Hi Leif! I’ll be there later today for your talk :)

We’re (mostly @mitzimorris right now) also looking into simultaneously developing a Python wrapper around CmdStan that will be much more light weight in code, license, performance, install, and interface, but it should satisfy something like 95% of our users. We’re talking about that in our meeting right now but I don’t think anyone’s written up a roadmap or skeleton yet. CC’ing @Bob_Carpenter

Wonderful. I’ll read up on the current plans and catch up with @mitzimorris next week. Thanks!

The new PyStan 3/PyStan Next that Ari and Allen are working on will be ISC licensed (not copyleft).

The goal with something like PyCmdStan (an existing package) is to cut the dependency from C++ to make it more accessible on different platforms.

Is there a road map that PyCmdStan should do?

Is it a just a wrapper for CmdStan (subprocess) with external CmdStan?

Should it contain reading output and other processing or just call stansummary etc?

If it just calling CmdStan, then ArviZ could handle the output and plotting?

Can someone create github for the project?

Is the plan to write PyCmdStan in OCaml?
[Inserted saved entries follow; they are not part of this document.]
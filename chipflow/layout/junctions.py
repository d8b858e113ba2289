"""Junction corrections: the equivalent length of each distinct junction, from a 2D solve.

Centrelines run junction centre to junction centre, so the 1D network charges the area of a
T or Y junction to the parent up to the centre and to each child from the centre. The flow in
the junction is not that of either straight channel: it turns, spreads and meets a far wall.
The difference is the junction's excess pressure drop, which in Stokes flow is proportional
to the flow, so it is one number per junction geometry: the equivalent length ``dL`` of the
parent channel that has the same excess resistance (the minor-loss or excess-pressure-drop
description of junctions in Stokes flow; Bruus 2008, ch. 4, hydraulic resistance of
compound geometries). It is usually negative here: the junction area offers the flow more
room than two straight channels meeting at a point.

How it is obtained: the junction as drawn (parent end, the two children leaving at their exit
angle with their straight lead and their bend back to the parent's direction, the disc that
blunts a Y, the deeper layer's overlap at a depth step), with straight stubs of a few channel
widths on each side, is solved in 2D with the depth-averaged Stokes
model with Brinkman friction of :mod:`chipflow.field` (a Hele-Shaw model with the lateral
viscous term, calibrated so that a straight channel has the exact duct resistance; REFERENCES
section "Second round"). The parent stub's end is held at a pressure, the children's ends at
zero (the tree is symmetric, so both children end at the same pressure). The 1D resistance of
the centrelines (parent stub plus the two children in parallel, each with its lead, arc and
stub; exact duct series) is subtracted and the rest divided by the parent's resistance per
unit length:

    dL = (R_2D - R_parent(L_s) - R_child(L_child) / 2) / R'_parent

The children's bends are part of the solve because in a Y they start at the junction itself;
a T's lead is cut to a few widths (further on the junction no longer matters). So the
correction holds the junction and its children's bends; the half-turns of a folded bed are
counted at their centreline length (their excess is about -1 % of the arc's length).

It does not depend on the viscosity or the flow (Stokes flow is linear). A tree repeats one
junction geometry per generation, so there are at most as many solves as generations, and each
is kept in the on-disk field cache (:mod:`chipflow.field.cache`): a later build of the same
design, in any process, solves none. The collecting tree's merges are the mirror images of the
splits with the flow reversed, which in Stokes flow has the same resistance (reversibility), so
they take the same correction.

References
----------
H. Bruus, *Theoretical Microfluidics*, Oxford University Press, 2008, ch. 4 (hydraulic
resistance, compound channels) and ch. 2 (reversibility of Stokes flow).
"""

from __future__ import annotations

import math
from dataclasses import dataclass

import numpy as np
import shapely

__all__ = ["Junction", "junction_excess_length", "STUB_WIDTHS", "ACROSS"]

#: Length of the straight stubs around a junction, in widths of the widest channel [-].
STUB_WIDTHS = 3.0
#: Triangle edges across a channel in the junction solve [-] (the field solver's setting).
ACROSS = 8.0


@dataclass(frozen=True)
class Junction:
    """One junction geometry of a drawn tree.

    Attributes
    ----------
    parent_width, parent_depth : float
        The channel ending at the junction [m].
    child_width, child_depth : float
        The two children leaving it [m].
    theta : float
        Exit angle of the children from the parent's axis [rad] (pi/2 for a T).
    disc : float
        Radius of the disc drawn at the junction centre [m] (0 for a T).
    overlap : float
        How far the deeper layer covers the shallower channel past the junction centre [m]
        (0 when both have the same depth).
    lead : float
        Straight run of each child before its bend [m] (as drawn, at most a few widths: the
        junction's influence has died out further on).
    radius : float
        Centreline radius of the child's bend back to the parent's direction [m] (0: the
        children run straight on).
    """

    parent_width: float
    parent_depth: float
    child_width: float
    child_depth: float
    theta: float
    disc: float = 0.0
    overlap: float = 0.0
    lead: float = 0.0
    radius: float = 0.0

    def key(self) -> tuple[float, ...]:
        """The geometry rounded to 1 pm and 1e-12 rad, for caching."""
        values = (
            self.parent_width,
            self.parent_depth,
            self.child_width,
            self.child_depth,
            self.theta,
            self.disc,
            self.overlap,
            self.lead,
            self.radius,
        )
        return tuple(round(v, 12) for v in values)


def _stub(start: np.ndarray, heading: float, length: float, width: float):
    t = np.array([math.cos(heading), math.sin(heading)])
    n = np.array([-t[1], t[0]])
    end = start + length * t
    ring = [start + n * width / 2, end + n * width / 2, end - n * width / 2, start - n * width / 2]
    return shapely.Polygon(ring), shapely.LineString([end + n * width / 2, end - n * width / 2])


def _child_trace(j: Junction, side: float, stub: float):
    from chipflow.layout.trace import trace

    pieces = [("L", j.lead)]
    if j.radius > 0:
        pieces.append(("A", j.radius, -side * j.theta))
    pieces.append(("L", stub))
    return trace(side * j.theta, pieces, max(j.radius, j.child_width) * 1e-4)


def junction_regions(j: Junction, stub: float):
    """The junction as drawn, with a straight parent stub of ``stub`` [m] and the children
    (their lead, their bend back to the parent's direction, then ``stub``): field regions and
    ports (parent ``"in"`` at 1 Pa, children ``"up"``/``"down"`` at 0)."""
    from chipflow.field import FieldPort, FieldRegion
    from chipflow.layout.trace import offset_ring

    parent = shapely.box(-stub, -j.parent_width / 2, 0.0, j.parent_width / 2)
    p_end = shapely.LineString([(-stub, j.parent_width / 2), (-stub, -j.parent_width / 2)])
    children, ends = [], []
    for side in (1.0, -1.0):
        path = _child_trace(j, side, stub)
        ring = offset_ring(path, j.child_width)
        m = path.xy.shape[0]
        children.append(shapely.Polygon(ring))
        ends.append(shapely.LineString([ring[m - 1], ring[m]]))
    child_poly = shapely.union_all(children)
    deep = max(j.parent_depth, j.child_depth)
    regions = [FieldRegion(parent, j.parent_depth), FieldRegion(child_poly, j.child_depth)]
    if j.disc > 0:
        disc = shapely.Point(0.0, 0.0).buffer(j.disc, quad_segs=16)
        regions.append(FieldRegion(disc, deep))
    if j.overlap > 0 and not math.isclose(j.parent_depth, j.child_depth, rel_tol=1e-9):
        shallow = parent if j.parent_depth < j.child_depth else child_poly
        reach = shapely.Point(0.0, 0.0).buffer(j.overlap, quad_segs=16)
        regions.append(FieldRegion(shapely.intersection(shallow, reach), deep))
    ports = [
        FieldPort("in", p_end, 1.0),
        FieldPort("up", ends[0], 0.0),
        FieldPort("down", ends[1], 0.0),
    ]
    return regions, ports


def junction_excess_length(j: Junction) -> float:
    """Equivalent length [m] of the parent channel that the junction ``j`` adds (negative
    when the junction conducts better than the two straight channels meeting at a point);
    NaN when the junction cannot be meshed or solved in 2D."""
    from chipflow.field.cache import cached

    settings = {"across": ACROSS, "stub_widths": STUB_WIDTHS}
    key = j.key()
    return float(cached("junction", key, lambda: {"excess": _excess(key)}, settings)["excess"])


def _excess(key: tuple) -> float:
    from chipflow.errors import FieldError
    from chipflow.field import solve_field
    from chipflow.physics.duct import resistance

    j = Junction(*key)
    mu = 1.0
    stub = STUB_WIDTHS * max(j.parent_width, j.child_width, 2 * j.disc)
    regions, ports = junction_regions(j, stub)
    try:
        sol = solve_field(regions, ports, mu, across=ACROSS)
    except FieldError:
        return math.nan  # the caller keeps the plain lengths and says so
    r_2d = 1.0 / sol.port_flows["in"]
    r_p = float(resistance(j.parent_width, j.parent_depth, 1.0, mu))
    r_c = float(resistance(j.child_width, j.child_depth, 1.0, mu))
    child = _child_trace(j, 1.0, stub).length  # its centreline: lead, arc, stub
    return (r_2d - r_p * stub - r_c * child / 2) / r_p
I recall someone mentioning
this. Seems like an interesting idea.

I need to meet with everyone to discuss plans and a roadmap for Stan. Here are my thoughts for Python for the moment, but it’s very much parallel to R.

First, I think we should be moving to building a posterior analysis package that’s separate from PyStan and that PyStan does not depend on. We could collaborate on this with everyone else in the Python world—Pyro, TensorFlow Probability, Emcee, PyMCX (PyMC4 is being written in TensorFlow Probability). In R, Jonah broke out the plotting package, but most of the posterior analysis is still in RStan.
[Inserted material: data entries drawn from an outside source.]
"""Mask merging: the channel fragments of one mask layer joined into valid polygons on the
grid, in linear time."""

from __future__ import annotations

import numpy as np
import shapely

__all__ = ["merge_layer", "snap_to_grid", "stitch"]


def snap_to_grid(geometry: shapely.Geometry, grid: float) -> shapely.Geometry:
    """Round every vertex to the mask grid, keeping the geometry valid.

    Rounding vertex by vertex is linear in the number of vertices; walls and arc chords are
    far longer than the grid, so it almost never spoils validity. Should it, the full
    snap-rounding of GEOS (much slower on layers with thousands of holes) takes over.
    """
    snapped = shapely.remove_repeated_points(
        shapely.set_precision(geometry, grid, mode="pointwise"), 0.0
    )
    if snapped.is_valid:
        return snapped
    snapped = shapely.set_precision(geometry, grid)
    return snapped if snapped.is_valid else shapely.make_valid(snapped)


def merge_layer(geoms: np.ndarray, hood: np.ndarray | None) -> shapely.Geometry:
    """Union of the fragments of one mask layer [m], in linear time.

    Fragments overlap only near the junction whose neighbourhood ``hood`` they join, and
    neighbourhoods meet only along the cuts across straight runs, where both sides share the
    same two vertices (see ``cut`` in :class:`chipflow.layout.sketch.ChannelGroup`). So each
    neighbourhood is merged on its own (a handful of small polygons), and the merged
    neighbourhoods, which then form a polygonal coverage, are joined by a coverage union, which
    only drops their shared edges. One big overlay of the whole layer is superlinear: the walls
    between bed channels make thousands of holes. Should the pieces not form a clean coverage
    (or ``hood`` is None, when a cut did not fit), the plain union of all fragments is taken
    instead.
    """
    geoms = np.asarray(geoms, dtype=object)
    keep = ~shapely.is_empty(geoms)
    geoms = geoms[keep]
    if hood is None or geoms.size == 0:
        return shapely.union_all(geoms)
    hood = hood[keep]
    order = np.argsort(hood, kind="stable")
    _, start, count = np.unique(hood[order], return_index=True, return_counts=True)
    table = np.full((start.size, int(count.max())), None, dtype=object)
    column = np.arange(order.size) - np.repeat(start, count)
    table[np.repeat(np.arange(start.size), count), column] = geoms[order]
    local = shapely.union_all(table, axis=1)
    merged = stitch(local)
    area = shapely.area(local).sum()
    if merged is not None and merged.is_valid and abs(merged.area - area) <= 1e-9 * area:
        return merged
    return shapely.union_all(geoms)


def stitch(local: np.ndarray) -> shapely.Geometry | None:
    """Join polygons that meet only along whole shared edges (a coverage) [m], in numpy.

    Every ring edge shared by two polygons (run once each way) is dropped, the other edges
    are chained into rings vertex to vertex, and each ring goes to the polygon of its
    connected group, as shell (the orientation of the input shells) or hole. Vertices that
    only served the shared edges and lie on a straight run are dropped too. None when the
    input is no such coverage (a vertex with two ways on).
    """
    from scipy.sparse import coo_matrix
    from scipy.sparse.csgraph import connected_components

    local = local[~shapely.is_empty(local)]
    polys = shapely.get_parts(local)
    rings, ring_poly = shapely.get_rings(polys, return_index=True)
    xy, ring_of = shapely.get_coordinates(rings, return_index=True)
    # edges a -> b inside each closed ring
    last = np.r_[ring_of[1:] != ring_of[:-1], True]
    a_xy, b_xy = xy[:-1][~last[:-1]], xy[1:][~last[:-1]]
    edge_poly = ring_poly[ring_of[:-1][~last[:-1]]]
    ends = np.concatenate((a_xy, b_xy))
    # vertices compared exactly: a complex number sorts by x, then y
    vert, vid = np.unique(ends[:, 0] + 1j * ends[:, 1], return_inverse=True)
    vert, vid = np.column_stack((vert.real, vert.imag)), vid.ravel()
    a, b = vid[: a_xy.shape[0]], vid[a_xy.shape[0] :]
    nv = vert.shape[0]
    # shared edges: the same pair of vertices, once each way
    key = np.minimum(a, b).astype(np.int64) * nv + np.maximum(a, b)
    _, inv, cnt = np.unique(key, return_inverse=True, return_counts=True)
    shared = cnt[inv] == 2
    if np.any(cnt > 2):
        return None
    # polygons joined by shared edges form one output polygon
    sa = np.flatnonzero(shared)
    order = np.argsort(key[sa], kind="stable")
    pairs = sa[order].reshape(-1, 2)
    sb = edge_poly[pairs]
    n_poly = polys.size
    link = coo_matrix((np.ones(len(sb)), (sb[:, 0], sb[:, 1])), shape=(n_poly, n_poly))
    _, group = connected_components(link, directed=False)
    keep = ~shared
    a, b, e_group = a[keep], b[keep], group[edge_poly[keep]]
    succ = np.full(nv, -1)
    succ[a] = b
    if np.bincount(a, minlength=nv).max() > 1 or np.bincount(b, minlength=nv).max() > 1:
        return None
    grp_of_v = np.full(nv, -1)
    grp_of_v[a] = e_group
    # drop vertices that only served shared edges and lie on a straight run along x or y
    pred = np.full(nv, -1)
    pred[b] = a
    on_cut = np.zeros(nv, dtype=bool)
    on_cut[np.concatenate((vid[: a_xy.shape[0]][shared], vid[a_xy.shape[0] :][shared]))] = True
    used = succ >= 0
    flat = used & on_cut
    f = np.flatnonzero(flat)
    along = [(vert[pred[f], k] == vert[f, k]) & (vert[succ[f], k] == vert[f, k]) for k in (1, 0)]
    flat[f] = along[0] | along[1]
    # rings: cycles of succ; label them, start each at its smallest vertex, rank by doubling
    verts = np.flatnonzero(used)
    cyc = coo_matrix((np.ones(verts.size), (verts, succ[verts])), shape=(nv, nv))
    _, label = connected_components(cyc, directed=True, connection="strong")
    first = np.full(label.max() + 1, nv)
    np.minimum.at(first, label[verts], verts)
    nxt = succ.copy()
    nxt[pred[first[label[verts]]][np.isin(verts, first)]] = -1  # break each cycle before start
    tail = np.flatnonzero(used & (nxt < 0))
    nxt[tail] = tail
    rank = np.where(used, 1, 0)
    rank[tail] = 0
    while True:
        jump = nxt[nxt]
        if np.array_equal(jump, nxt):
            break
        rank = rank + np.where(used, rank[nxt], 0)
        nxt = jump
    sel = verts[~flat[verts]]
    sel = sel[np.lexsort((-rank[sel], label[sel]))]
    ring_label = label[sel]
    # orientation of each output ring; shells turn as the input shells do
    ring_ids, start, count = np.unique(ring_label, return_index=True, return_counts=True)
    if np.any(count < 3):
        return None
    x, y = vert[sel, 0], vert[sel, 1]
    nxt_i = np.arange(sel.size) + 1
    nxt_i[start + count - 1] = start
    area = np.add.reduceat(x * y[nxt_i] - x[nxt_i] * y, start) / 2
    ext = shapely.get_coordinates(shapely.get_exterior_ring(polys[0]))
    shell_sign = np.sign(np.sum(ext[:-1, 0] * ext[1:, 1] - ext[1:, 0] * ext[:-1, 1]))
    is_shell = np.sign(area) == shell_sign
    r_group = grp_of_v[sel[start]]
    shells_per_group = np.bincount(r_group[is_shell], minlength=group.max() + 1)
    if np.any(shells_per_group != 1):
        return None
    # polygons: shell first, then holes, ordered by the shell's first vertex
    shell_rank = np.full(group.max() + 1, 0)
    shell_rank[r_group[is_shell]] = np.argsort(np.argsort(sel[start][is_shell]))
    ring_order = np.lexsort((~is_shell, shell_rank[r_group]))
    ring_geoms = shapely.linearrings(
        np.column_stack((x, y)), indices=np.repeat(np.arange(ring_ids.size), count)
    )
    ring_geoms = ring_geoms[ring_order]
    out = shapely.polygons(ring_geoms, indices=shell_rank[r_group][ring_order])
    return out[0] if out.size == 1 else shapely.multipolygons(out)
Second, I think we should have a lightweight, zero-dependencies Python interface to interact with Stan via file I/O and system calls. PyCmdStan doesn’t quite work in general as is, but something in that vein. The author of PyCmdStan, Michael Woodman, has said he’d be willing to license what he as so we could use it in Stan and help us integrate it.

Third, we need to make our own binary installers for the back-end system calls that include all of the dependencies installed for a local user (rather than at system level, which is very hard for a lot of people on both clusters and with strict IT departments).

Then the install process would be something like:

  1. install the platform-specific Stan binary on your platform
  2. install Py2Stan from a public repo (e.g, PyPI)
  3. install posterior analysis tools

My goals line up with the deliverables:

  1. relieve the user from having to install or manage C++ and to avoid C++ version or configuration or makefile incompatibilities

  2. have the Py2Stan install with near zero chance of failure due to limited external dependencies (ideally just numpy)

  3. make the posterior analysis modular so that other sampling projects could use it, and hopefully, we can get additional help buidling it. I suspect given our position in the stats world and our focus, we’ll still be leading a lot of these efforts [by “we”, I mean the statisticians who understand all this better than me!]).

@mitzimorris has cycles to work on (2) and at least collect resources for (3) and we’re going to hiring dev ops people through NumFOCUS to work on (1).